◆ **RECORDS FOR THE EXERCISE**
"""A netlist that came back with other parts, values or connections than it went out with."""

from __future__ import annotations

from collections.abc import Iterable, Iterator

from modgen.analysis.board import Board
from modgen.analysis.parts import reference_order
from modgen.netlist.compare import Comparison, Difference, Moved, Wire, compare
from modgen.netlist.elements import Element
from modgen.rules.contract import Context, Fault, Measurement, Rule
from modgen.rules.structure import elements_of, without_function
from modgen.rules.support import listed
from modgen.units import QuantityError, format_quantity, read_value, value_text

UNITS = {"tolerance": "ratio", "voltage": "voltage", "power": "power"}
WHY = {
    "missing": "without it the circuit is not the one that was computed",
    "extra": "what it does to the circuit was never computed",
    "changed": "everything that was computed holds for the part of the spec",
    "moved": "the circuit is not the one that was computed",
    "joined": "nets that are joined carry one signal",
    "cut": "what is cut apart carries two signals",
    "shifted": "the circuit is not the one that was computed",
    "package": "sections of one type are alike, so the circuit is the same",
}


class DiffersFromSpec(Rule):
    """The netlist has the parts, values and connections that the spec asks for.

    Checks:
        The netlist against the one that is made from the spec, by structure: kind, value, rating and
        catalogue part of every part, and what each pin is connected with. References, net names, order,
        sheets and land patterns do not count; nor do exchanged channels, sections of a package, ends of
        a resistor or of an unpolarised capacitor, or parts that are alike.
    Matters:
        What was computed, sized and cleared is the circuit of the spec. A connection that was lost in
        layout, or a value changed by hand, makes it another one, and no figure of it holds any more.
    Fails:
        start from: lane
        R2 1=CH1_BUF
        C1 film-pet-5mm-63v-470n
    Passes:
        start from: lane
    Limits:
        Names the smallest set of differences that it finds; where several are as small, one of them. A
        decoupling capacitor is compared by its nets, not by the package beside it. Mounting holes, test
        points, logos and parts unknown to the catalogue that join nothing are listed, not compared. A part
        without the field part is compared by what it does say.
    References:
        Common practice: a layout is compared with its schematic before it is ordered.
    """

    name = "differs-from-spec"
    subject = "spec"
    needs_spec = True
    needs_intended = True
    needs_rails = False

    def measure(self, context: Context) -> Iterator[Measurement]:
        """Every part that is as it should be, then everything that differs."""
        board, intended = context.board, context.intended
        assert intended is not None
        aside = without_function(board)
        mine, theirs = elements_of(intended), elements_of(board, aside)
        found = compare(mine, theirs)
        faulty = {d.ref for d in found.differences} | {p.ref for d in found.differences for p in d.pins}
        for there, here in found.parts:
            if here not in faulty:
                what = here if here == there else f"{here} ({there} in the spec)"
                yield Measurement(parts=(here,), what=f"{what} is as the spec asks")
        for difference in found.differences:
            yield _measured(difference, board)
        yield from _not_judged(board, aside, found, {e.ref: e for e in mine}, theirs)


def _measured(d: Difference, board: Board) -> Measurement:
    """One difference in words."""
    parts = sorted({d.ref, *(pin.ref for pin in d.pins)} - {""}, key=reference_order)
    wires = [*d.wires, *(wire for pin in d.pins for wire in (pin.found, pin.wanted))]
    nets = tuple(dict.fromkeys(name for wire in wires for name in (wire.here or wire.there,) if name))
    if d.kind == "missing":
        # in a netlist with references given anew the number may be another part's
        parts = [d.intended] if d.intended not in board.netlist.by_ref else []
        message = f"{_part(d)}{_between(d.wires)} is missing: {d.intended} of the spec"
        fix = "put it back"
    elif d.kind == "extra":
        message = f"{d.ref}, {_part(d)}{_between(d.wires)}, is not in the spec"
        fix = f"take {d.ref} out, or ask for it in the spec"
    elif d.kind == "changed":
        is_, wants = _changes(d)
        there = f" for {d.intended}" if d.intended != d.ref else ""
        verb = "has" if all(name in UNITS for name, _, _ in d.aspects) else "is"
        message = f"{d.ref} {verb} {is_}, the spec wants {wants}{there}"
        fix = f"make {d.ref} what the spec wants, or change the spec"
    elif d.kind == "joined":
        found, wanted = d.wires
        apart = f"{wanted.there} ({_pins(d.pins)}) and {found.there}"
        message = f"net {found.here} joins what the spec keeps apart: {apart}"
        fix = f"part {wanted.there} from {found.there}"
    elif d.kind in ("cut", "shifted"):
        found, wanted = d.wires
        alone = ", a net that the spec does not have" if d.kind == "cut" else ""
        message = f"{_pins(d.pins)} are on {_net(found)}{alone}; the spec wants them on {_net(wanted)}"
        fix = f"connect them with {_net(wanted)}"
    elif d.kind == "package":
        message = f"a section of {d.ref} does what the spec gives to a section of {d.intended}"
        fix = "nothing, unless the layout should follow the spec"
    else:
        message = "; ".join(_moved(pin) for pin in d.pins)
        fix = f"connect {d.ref} as the spec has it"
    level = "note" if d.kind == "package" else ""
    return Measurement(
        parts=tuple(parts),
        what=message,
        nets=nets,
        fault=Fault(message, WHY[d.kind], fix, level),
    )


def _not_judged(
    board: Board, aside: tuple[str, ...], found: Comparison, mine: dict[str, Element], theirs: Iterable[Element]
) -> Iterator[Measurement]:
    """What was not compared, or not wholly."""
    if aside:
        message = f"{listed(aside)} {'are' if len(aside) > 1 else 'is'} not part of the circuit, and not compared"
        fault = Fault(message, "reference class or connections say that nothing flows there", "nothing", "note")
        yield Measurement(parts=aside, what=message, fault=fault)
    partner = {here: there for there, here in found.parts}
    lacking: dict[tuple[str, ...], list[str]] = {}
    for element in theirs:
        meant = mine.get(partner.get(element.ref, ""))
        if meant is None or element.kind == "section":
            continue
        lost = tuple(name for name, _ in meant.aspects if element.aspect(name) is None)
        if lost and board.record(element.ref) is None:
            lacking.setdefault(lost, []).append(element.ref)
    for lost, refs in lacking.items():
        message = f"{listed(refs)} {'do' if len(refs) > 1 else 'does'} not state {listed(lost)}: not compared"
        fault = Fault(message, "only value and reference class are known", "give back the fields", "note")
        yield Measurement(parts=tuple(refs), what=message, fault=fault)


# --- words ----------------------------------------------------------------------------------------


def _net(wire: Wire) -> str:
    if not wire.here:
        return f"{wire.there}, which the netlist does not have" if wire.there else "nothing"
    return wire.here if wire.there in ("", wire.here) else f"{wire.here} ({wire.there} in the spec)"


def _moved(pin: Moved) -> str:
    wants = f"wants it on {_net(pin.wanted)}" if pin.wanted != Wire() else "leaves it open"
    return f"{pin.ref} pin {pin.pin} is on {_net(pin.found)}, the spec {wants}"


def _pins(pins: Iterable[Moved]) -> str:
    return listed(f"{pin.ref} pin {pin.pin}" for pin in pins)


def _between(wires: tuple[Wire, ...]) -> str:
    if not wires:
        return ", on no net"
    if len(wires) > 3:
        return f" on {len(wires)} nets"
    return f" {'between' if len(wires) > 1 else 'on'} {listed(_net(wire) for wire in wires)}"


def _part(d: Difference) -> str:
    """A part that has no partner: kind, value and catalogue part."""
    held = {name: text for name, text, _ in d.aspects}
    return _words({name: held[name] for name in ("kind", "value", "part") if name in held})


def _changes(d: Difference) -> tuple[str, str]:
    """What a part is and what it should be; ratings only where the parts are the same but for them."""
    names = [name for name, _, _ in d.aspects]
    shown = [n for n in ("kind", "value", "part") if n in names] or names
    sides = []
    for side in (1, 2):
        held = {aspect[0]: aspect[side] for aspect in d.aspects if aspect[side]}
        sides.append(_words({name: held[name] for name in shown if name in held}) or "not stated")
    return sides[0], sides[1]


def _words(held: dict[str, str]) -> str:
    """Aspects in a row, the catalogue part behind them in brackets."""
    words = [_aspect(name, text) for name, text in held.items() if name != "part"]
    if "part" in held:
        words.append(f"({held['part']})" if words else held["part"])
    return " ".join(words)


def _aspect(name: str, text: str) -> str:
    """One aspect with its unit."""
    if name == "kind":
        return "amplifier" if text == "package" else text
    if name == "value":
        try:
            return value_text(read_value(text))
        except QuantityError:
            try:
                return value_text(float(text))
            except ValueError:
                return text or "without value"
    if name in UNITS:
        return f"{name} {format_quantity(float(text), UNITS[name])}"
    return text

◆ **WHAT THE TASK REQUIRES**
For every line above that holds the word "rules", report the whole line.

◆ **RESULT FOR THIS TASK**
from modgen.rules.contract import Context, Fault, Measurement, Rule
from modgen.rules.structure import elements_of, without_function
from modgen.rules.support import listed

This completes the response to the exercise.